Bjelina (Бјелина) is a village westwards from the town of Knin in the Benkovac municipality of southern Croatia.

==Location==
Bjelina is placed between Benkovac and Kistanje. It is located 20 km east of Benkovac.

==Population/Demographics==
According to 1991 census, there were 652 inhabitants, of which 578 (88.65%) were Serbs; 70 (10.73%) were Croats and 4 others. According to national census of 2011, population of the settlement is 92.

==Bilina==
Bilina is a historic late-medieval site close to modern Bjelina. Bilina is its medieval name, as opposed to post-Ottoman Bjelina. The site is known as the seat of the Drašković noble family in the 15th century and in the beginning of the 16th century. Bartol (English: Bartholomew) Drašković, the head of the family, had an estate with the castle there. His wife Ana Drašković née Utješinović, a sister of the Catholic cardinal Juraj Utješinović (George Utissenich alias George Martinuzzi), bore him on February 5, 1525, the firstborn son Juraj (English: George), a famous Croatian Catholic Bishop, Cardinal and statesman, who was the Ban (Viceroy) of Croatia between 1567 and 1578.

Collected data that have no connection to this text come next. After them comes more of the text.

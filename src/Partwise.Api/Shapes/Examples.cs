namespace Partwise.Api.Shapes;

/// <summary>
/// Example bodies for the OpenAPI document: invented samples from two wells of an invented groundwater monitoring
/// network (major ions in mg/L, one nitrate value below its detection limit).
/// </summary>
public static class Examples
{
    /// <summary>The table fields of a JSON example, without the closing brace, so options can follow.</summary>
    public const string TableFields =
        "\"parts\": [\"Ca\", \"Mg\", \"Na\", \"K\", \"HCO3\", \"Cl\", \"SO4\", \"NO3\"], " +
        "\"rows\": [[31.9, 8.1, 12.4, 1.7, 141.0, 17.9, 22.6, 3.1], [28.4, 7.6, 11.8, 1.5, 133.2, 16.1, 20.9, 0], [44.7, 12.9, 61.3, 3.0, 150.8, 98.4, 35.2, 2.2]], " +
        "\"ids\": [\"well-07/2026-03-02\", \"well-07/2026-04-06\", \"well-12/2026-04-06\"]";

    /// <summary>The zero policy of the JSON examples: the one zero is a nitrate below 0.05 mg/L.</summary>
    public const string Zeros = "\"zeros\": {\"method\": \"multiplicative\", \"detectionLimits\": {\"NO3\": 0.05}, \"fraction\": 0.65}";

    /// <summary>The same table as CSV.</summary>
    public const string Csv =
        "id,Ca,Mg,Na,K,HCO3,Cl,SO4,NO3\n" +
        "well-07/2026-03-02,31.9,8.1,12.4,1.7,141.0,17.9,22.6,3.1\n" +
        "well-07/2026-04-06,28.4,7.6,11.8,1.5,133.2,16.1,20.9,0\n" +
        "well-12/2026-04-06,44.7,12.9,61.3,3.0,150.8,98.4,35.2,2.2\n";

    /// <summary>A JSON request: the table, the zero policy, then <paramref name="options"/> (members without braces, or empty).</summary>
    public static string Json(string options = "") =>
        "{" + TableFields + ", " + Zeros + (options.Length == 0 ? "" : ", " + options) + "}";
}
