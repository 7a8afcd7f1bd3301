using System.ComponentModel.DataAnnotations;
using System.Text.Json;
using System.Text.Json.Serialization;
using Partwise.Api.Infrastructure;
using Partwise.Core.Problems;
using Partwise.Core.Zeros;

namespace Partwise.Api.Shapes;

/// <summary>
/// The zero policy (<c>"zeros"</c>): what to do with zero cells before logs are taken. Absent means
/// <c>reject</c>.
/// </summary>
public sealed record ZerosOption
{
    /// <summary>The method names of the contract.</summary>
    public static readonly string[] Methods = ["reject", "multiplicative", "bayesian-multiplicative"];

    /// <summary>The prior names of the contract, for <c>bayesian-multiplicative</c>.</summary>
    public static readonly string[] Priors = ["bayes-laplace", "jeffreys", "perks", "square-root"];

    /// <summary>
    /// <c>reject</c> (a zero is a 422 pointing at its cell), <c>multiplicative</c> (zeros below detection limits,
    /// Martín-Fernández et al. 2003) or <c>bayesian-multiplicative</c> (count zeros, Martín-Fernández et al. 2015).
    /// </summary>
    [Required]
    [AllowedValues("reject", "multiplicative", "bayesian-multiplicative")]
    public string? Method { get; init; }

    /// <summary>For <c>multiplicative</c>: one limit for every part (a number) or a limit per part (an object), in the table's units.</summary>
    public DetectionLimits? DetectionLimits { get; init; }

    /// <summary>For <c>multiplicative</c>: a zero becomes fraction × limit; in (0, 1], default 0.65 (common practice).</summary>
    [Range(0.0, 1.0, MinimumIsExclusive = true)]
    public double? Fraction { get; init; }

    /// <summary>For <c>bayesian-multiplicative</c> (integer rows only): <c>bayes-laplace</c>, <c>jeffreys</c>, <c>perks</c> or <c>square-root</c>.</summary>
    [AllowedValues("bayes-laplace", "jeffreys", "perks", "square-root")]
    public string? Prior { get; init; }

    /// <summary>The Core policy for an optional option: absent is <see cref="ZeroPolicy.Reject"/>.</summary>
    /// <exception cref="CompositionException">400 for a missing or unknown method or prior.</exception>
    public static ZeroPolicy ToPolicy(ZerosOption? option, string pointer = "/zeros")
    {
        if (option is null)
        {
            return ZeroPolicy.Reject;
        }

        switch (option.Method)
        {
            case null:
                throw TableRequest.Missing(pointer + "/method", $"A zero policy needs \"method\": one of {string.Join(", ", Methods)}.");
            case "reject":
                return ZeroPolicy.Reject;
            case "multiplicative":
                return new MultiplicativeReplacement(
                    option.DetectionLimits?.All,
                    option.DetectionLimits?.ByPart,
                    option.Fraction ?? MultiplicativeReplacement.DefaultFraction);
            case "bayesian-multiplicative":
                var prior = option.Prior switch
                {
                    null => throw TableRequest.Missing(pointer + "/prior", $"The bayesian-multiplicative policy needs \"prior\": one of {string.Join(", ", Priors)}."),
                    "bayes-laplace" => CountPrior.BayesLaplace,
                    "jeffreys" => CountPrior.Jeffreys,
                    "perks" => CountPrior.Perks,
                    "square-root" => CountPrior.SquareRoot,
                    _ => throw new CompositionException(ProblemTypes.InvalidInput, pointer + "/prior", $"The prior '{option.Prior}' is unknown; use one of {string.Join(", ", Priors)}."),
                };
                return new BayesianMultiplicativeReplacement(prior);
            default:
                throw new CompositionException(ProblemTypes.InvalidInput, pointer + "/method", $"The zero method '{option.Method}' is unknown; use one of {string.Join(", ", Methods)}.");
        }
    }

    /// <summary>
    /// The option from the query of a <c>text/csv</c> request: <c>zeros</c> (the method), <c>detectionLimit</c>
    /// (one for all) or <c>detectionLimit.PART</c> (per part), <c>fraction</c>, <c>prior</c>.
    /// </summary>
    public static ZerosOption? FromQuery(IQueryCollection query)
    {
        var method = QueryOptions.Text(query, "zeros", "/zeros/method");
        var all = QueryOptions.Number(query, "detectionLimit", "/zeros/detectionLimits");
        var byPart = QueryOptions.NumberMap(query, "detectionLimit", "/zeros/detectionLimits");
        var fraction = QueryOptions.Number(query, "fraction", "/zeros/fraction");
        var prior = QueryOptions.Text(query, "prior", "/zeros/prior");
        if (method is null && all is null && byPart is null && fraction is null && prior is null)
        {
            return null;
        }

        return new ZerosOption
        {
            Method = method,
            DetectionLimits = all is null && byPart is null ? null : new DetectionLimits(all, byPart),
            Fraction = fraction,
            Prior = prior,
        };
    }
}

/// <summary>Detection limits: one number for every part, and/or a limit per part name (which wins).</summary>
/// <param name="All">One limit for every part, or null.</param>
/// <param name="ByPart">Limits per part name, or null.</param>
[JsonConverter(typeof(DetectionLimitsConverter))]
public sealed record DetectionLimits(double? All, IReadOnlyDictionary<string, double>? ByPart);

/// <summary>Reads <c>detectionLimits</c> as a JSON number or an object from part name to number.</summary>
public sealed class DetectionLimitsConverter : JsonConverter<DetectionLimits>
{
    /// <inheritdoc />
    public override DetectionLimits Read(ref Utf8JsonReader reader, Type typeToConvert, JsonSerializerOptions options) =>
        reader.TokenType switch
        {
            JsonTokenType.Number => new DetectionLimits(NumberMaps.ReadFinite(ref reader), null),
            JsonTokenType.StartObject => new DetectionLimits(null, NumberMaps.Read(ref reader)),
            _ => throw new JsonException("\"detectionLimits\" is a number (one limit for all parts) or an object from part name to number."),
        };

    /// <inheritdoc />
    public override void Write(Utf8JsonWriter writer, DetectionLimits value, JsonSerializerOptions options)
    {
        ArgumentNullException.ThrowIfNull(writer);
        ArgumentNullException.ThrowIfNull(value);
        if (value.ByPart is null)
        {
            writer.WriteNumberValue(value.All ?? 0);
            return;
        }

        NumberMaps.Write(writer, value.ByPart);
    }
}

Younger sons of Bartol and Ana, Ivan I (English: John) and Gašpar I (English: Casper), were most probably also born there. Shortly after that, because of the threatening Ottoman expansion, the family left its old seat and withdrew toward the northwest of Croatia.

As the Ottoman army soon conquered the whole area around Bilina, the Drašković family could not come back any more. Thus, the Draškovićs of Bilina became later Draškovićs of Trakošćan.